New Delhi: Undisturbed by his silent neighbours in the capital’s Nicholson Cemetery, this leading author has penned numerous works of fiction and nonfiction for both adults and children in a career spanning several decades.
Ranjit Lal, one of India’s foremost writers for children and nature, has authored several books, including the much acclaimed and widely read “The Bossman Adventures,” “Enjoying Birds,” “Faces in the Water,” and “The Crow Chronicles”. In 2010, “Faces in the Water” won the Crossword-Vodafone Award for Children’s Fiction and the Ladli Media Award for Gender Sensitivity in 2011-2012.
His illustrious writing career is an inspiration for many but equally overwhelming is his humble residence next to the Nicholson Cemetery in New Delhi. In the scorching summer of 2016, this correspondent was struggling in the crowded bylanes of the Kashmere Gate area of the national capital to locate his place.
Seeking directions from vendors and rickshaw drivers, one managed to locate the duplex apartment, which, right from its entrance, seemed to be an intriguing mix of greenery, bliss and aesthetic beauty.
We sat in the most beautiful room of his house — where he writes — as the much acclaimed author began sharing his perspectives on literature and writing. As I look around, there were numerous photo frames displaying photographs of beautiful women, birds and wildlife that the author has passionately captured.
“I got about writing for children because I enjoy it more than writing for adults. It is a lot more fun. Like all writing, it is a discipline: I write from 8.30 a.m. to 1.00 p.m. mostly every day, but really it’s a 24X7 stint, because the rest of the time you are thinking about what you’re going to write about, or how your story is going to progress or how the characters are going to get out of the mess you’ve put them in,” Lal told IANS in an interview.
Painted in red, the room evokes a sense of nostalgia as the 61-year-old writer has carefully curated every aspect of his room to transport him to yesteryears. There is a comfortable bed, on which he usually relaxes after penning a couple of pages. Two desks, one with an old desktop and the other laden with reference books, sticky notes and diaries, are his constant companions.

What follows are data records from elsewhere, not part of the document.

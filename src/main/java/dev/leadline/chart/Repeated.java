package dev.leadline.chart;

import dev.leadline.model.Question;
import dev.leadline.trace.Rehearsal;
import dev.leadline.trace.Rehearsed;
import dev.leadline.trace.Repetition;
import java.util.ArrayList;
import java.util.List;

/// What the *Rehearsal* picture shows: the intervals of all repetitions of a set-up, ordered by their
/// middles, and the value that they should hold.
///
/// @param title of the question
/// @param rehearsal one with repetitions
/// @param answer one of its answers
public record Repeated(String title, Rehearsal rehearsal, Rehearsed answer) implements Subject {
    /// The first answer.
    public static Repeated of(Question question, Rehearsal rehearsal) {
        return new Repeated(question.title(), rehearsal, rehearsal.answers().getFirst());
    }

    /// An interval.
    ///
    /// @param point its place in the order, from 1, its estimate and limits; a limit that does not exist is
    ///     infinite
    /// @param missed whether it misses the value
    record Placed(Point point, boolean missed) {}

    /// In their order; without those of repetitions that have none.
    List<Placed> placed() {
        var placed = new ArrayList<Placed>();
        for (Repetition one : answer.ordered()) {
            double low = one.interval().low();
            double high = one.interval().high();
            placed.add(new Placed(
                    new Point(
                            placed.size() + 1,
                            one.estimate(),
                            Double.isNaN(low) ? Double.NEGATIVE_INFINITY : low,
                            Double.isNaN(high) ? Double.POSITIVE_INFINITY : high),
                    !answer.holds(one)));
        }
        return placed;
    }

    @Override
    public String caption() {
        return Caption.of(this);
    }
}
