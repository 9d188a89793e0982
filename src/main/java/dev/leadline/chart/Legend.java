package dev.leadline.chart;

import java.awt.Font;
import java.util.ArrayList;
import java.util.List;

/// Key to the picture, set in rows above the plot so that it never covers it. The first row shares its line with the
/// name of the values where both fit.
final class Legend {
    static final int SAMPLE = 34;
    private static final int GAP = 7;
    private static final int APART = 20;

    /// What an entry explains.
    sealed interface Of {
        record Lane(LaneLook look) implements Of {}

        record ReferenceLine() implements Of {}

        record Strip() implements Of {}

        /// Words only.
        record Remark() implements Of {}
    }

    record Entry(Of of, String text) {
        int sample() {
            return switch (of) {
                case Of.Remark _ -> 0;
                case Of.Lane _, Of.ReferenceLine _, Of.Strip _ -> SAMPLE + GAP;
            };
        }
    }

    /// An entry with its place: `x` of its left end, `row` counted from 0.
    record Placed(Entry entry, double x, int row) {
        double textX() {
            return x + entry.sample();
        }
    }

    private Legend() {}

    /// @param taken width that the name of the values takes in row 0
    static List<Placed> set(List<Entry> entries, Font font, double left, double right, double taken) {
        double all = entries.stream().mapToDouble(e -> width(e, font)).sum() + APART * (entries.size() - 1.0);
        boolean beside = taken + 2 * APART + all <= right - left;
        var placed = new ArrayList<Placed>();
        double x = beside ? right - all : left;
        int row = beside ? 0 : 1;
        for (var entry : entries) {
            if (x > left && x + width(entry, font) > right + .5) {
                x = left;
                row++;
            }
            var fitted = new Entry(entry.of(), Typeface.fitted(font, entry.text(), right - x - entry.sample() + .5));
            placed.add(new Placed(fitted, x, row));
            x += width(fitted, font) + APART;
        }
        return placed;
    }

    private static double width(Entry entry, Font font) {
        return entry.sample() + Typeface.width(font, entry.text());
    }
}
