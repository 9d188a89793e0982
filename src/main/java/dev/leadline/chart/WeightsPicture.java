package dev.leadline.chart;

import java.awt.BasicStroke;
import java.awt.Graphics2D;
import java.util.ArrayList;
import java.util.List;

/// The *Weights* picture: both axes logarithmic, a line where every weight is the mean.
final class WeightsPicture extends Picture {
    private final Weights weights;

    WeightsPicture(Weights weights, View view, Theme theme, int width, int height) {
        super(
                view,
                theme,
                width,
                height,
                new Scale(view.draws().orElseGet(() -> ranks(weights)), true, "rank of the draw by its weight", ""),
                new Scale(view.values().orElseGet(() -> values(weights)), true, "weight over the mean weight", ""),
                key(weights));
        this.weights = weights;
    }

    private static List<Legend.Entry> key(Weights weights) {
        var entries = new ArrayList<Legend.Entry>();
        for (int i = 0; i < weights.lanes().size(); i++) {
            var lane = weights.lanes().get(i);
            entries.add(new Legend.Entry(
                    new Legend.Of.Trail(LaneLook.values()[i]), lane.lane() + "  " + Caption.effective(lane)));
        }
        return entries;
    }

    private static Range ranks(Weights weights) {
        int most = weights.lanes().stream()
                .mapToInt(lane -> lane.largest().size())
                .max()
                .orElse(0);
        return new Range(.9, Math.max(10, most) * 1.2);
    }

    private static Range values(Weights weights) {
        var seen = weights.lanes().stream()
                .flatMap(lane -> lane.largest().stream())
                .mapToDouble(Point::estimate)
                .summaryStatistics();
        double low = seen.getCount() == 0 ? 1 : Math.min(1, seen.getMin());
        double high = seen.getCount() == 0 ? 1 : Math.max(1, seen.getMax());
        return new Range(Math.max(low / 2, Double.MIN_NORMAL), Math.min(high * 2, 1e300));
    }

    @Override
    List<Reading.At> read(double x) {
        var lanes = new ArrayList<Reading.At>();
        for (int i = 0; i < weights.lanes().size(); i++) {
            var lane = weights.lanes().get(i);
            var look = LaneLook.values()[i];
            nearest(lane.largest(), x).ifPresent(k -> {
                var point = lane.largest().get(k);
                String words = ReadingText.ofWeight(lane, k + 1);
                lanes.add(new Reading.At(lane.lane(), look, words, point, xOf(point.draws()), yOf(point.estimate())));
            });
        }
        return lanes;
    }

    @Override
    boolean isSensibleAcross(Range range) {
        return range.low() >= .1 && range.high() <= 1e5 && range.high() >= 1.01 * range.low();
    }

    @Override
    boolean isSensibleUp(Range range) {
        var most = values(weights);
        return range.low() >= most.low() / 1e4
                && range.high() <= most.high() * 1e4
                && range.high() >= 1.01 * range.low();
    }

    @Override
    void drawGround(Graphics2D g) {
        g.setColor(theme.reference());
        g.setStroke(new BasicStroke(.8f));
        horizontal(g, yOf(1));
    }

    @Override
    void drawMarks(Graphics2D g) {
        var lanes = new ArrayList<Trace>();
        for (int i = 0; i < weights.lanes().size(); i++) {
            lanes.add(new Trace(weights.lanes().get(i).largest(), LaneLook.values()[i]));
        }
        lanes.forEach(lane -> lane.line(g, Point::estimate));
        lanes.forEach(lane -> lane.markers(g, Point::estimate));
    }

    @Override
    List<String> remarks() {
        if (weights.lanes().isEmpty()) {
            return List.of("no draws yet");
        }
        return weights.lanes().stream().allMatch(lane -> lane.largest().isEmpty())
                ? List.of("every draw counts 1: no lane draws from other densities")
                : List.of();
    }
}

There is a CD player and a guitar, fancy table lamps, coffee mugs and toys of racing cars to keep him entertained in solitary hours. And then there is the balcony size window that brings in fresh breeze and sunlight into the room.
An absolute calm and green view meets one’s eyes as Lal peeps out of the window. Little did I realise that the window opens directly into the sombre refuge of the cemetery, with neem, date and tamarind trees dotting the graves of hundreds of Christians who passed away during the British colonial rule of the country.
I could feel goosebumps immediately upon this realisation but Lal impressed upon the fact that his neighbours in the cemetery were “quiet” and that he remains “undisturbed”.
To ensure there are no distractions from birds or jeering monkeys from the trees outside, the heavy Burma-teak writing table with the desktop faces the wall. Another white fold-up desk accommodates all the flotsam and jetsam of notebooks, stationery, mail and well, miscellaneous junk.
Sure, there are mornings when a posse of jungle babblers hammer on the French windows demanding to be let in to see if he has been writing anything seditious, but Lal sits tight and does not yield.
Although Lal is best known for his columns on nature (Down in Jungleland in The Indian Express), it is in his books for children where his creative genius finds utterance. From bringing alive the refined details of the animal kingdom (The parakeet that squawked) to complex issues like female infanticide (Faces in the Water), Lal succeeds in conveying the central message of his books to young readers with an ease which is commendable.
“Writing for children is important because it makes kids use their imagination, which these days, especially, they are forgetting how to do because of TV, Internet and social media. And without imagination, nothing can be achieved in any field from accountancy to zoology”, Lal says.
His language, tone, situations and people are all straight out of childhood memories. There is, thus, little surprise that Lal’s house is home to numerous toys and gadgets for children. A little childhood touch to his surroundings perhaps has a lasting impression on his writing too.
The gifted writer was born in Kolkata in 1955, and educated in Mumbai, graduating in economics and sociology. As a freelance writer and columnist, he has over a thousand articles, short stories, features and photo-features published in over 50 newspapers and magazines in India and abroad.
He has special interest in areas like natural history, photography, humour, satire and automobiles, on which he writes for both adults and children. He is one of the few Indian writers to write satire and humour on a sustained basis.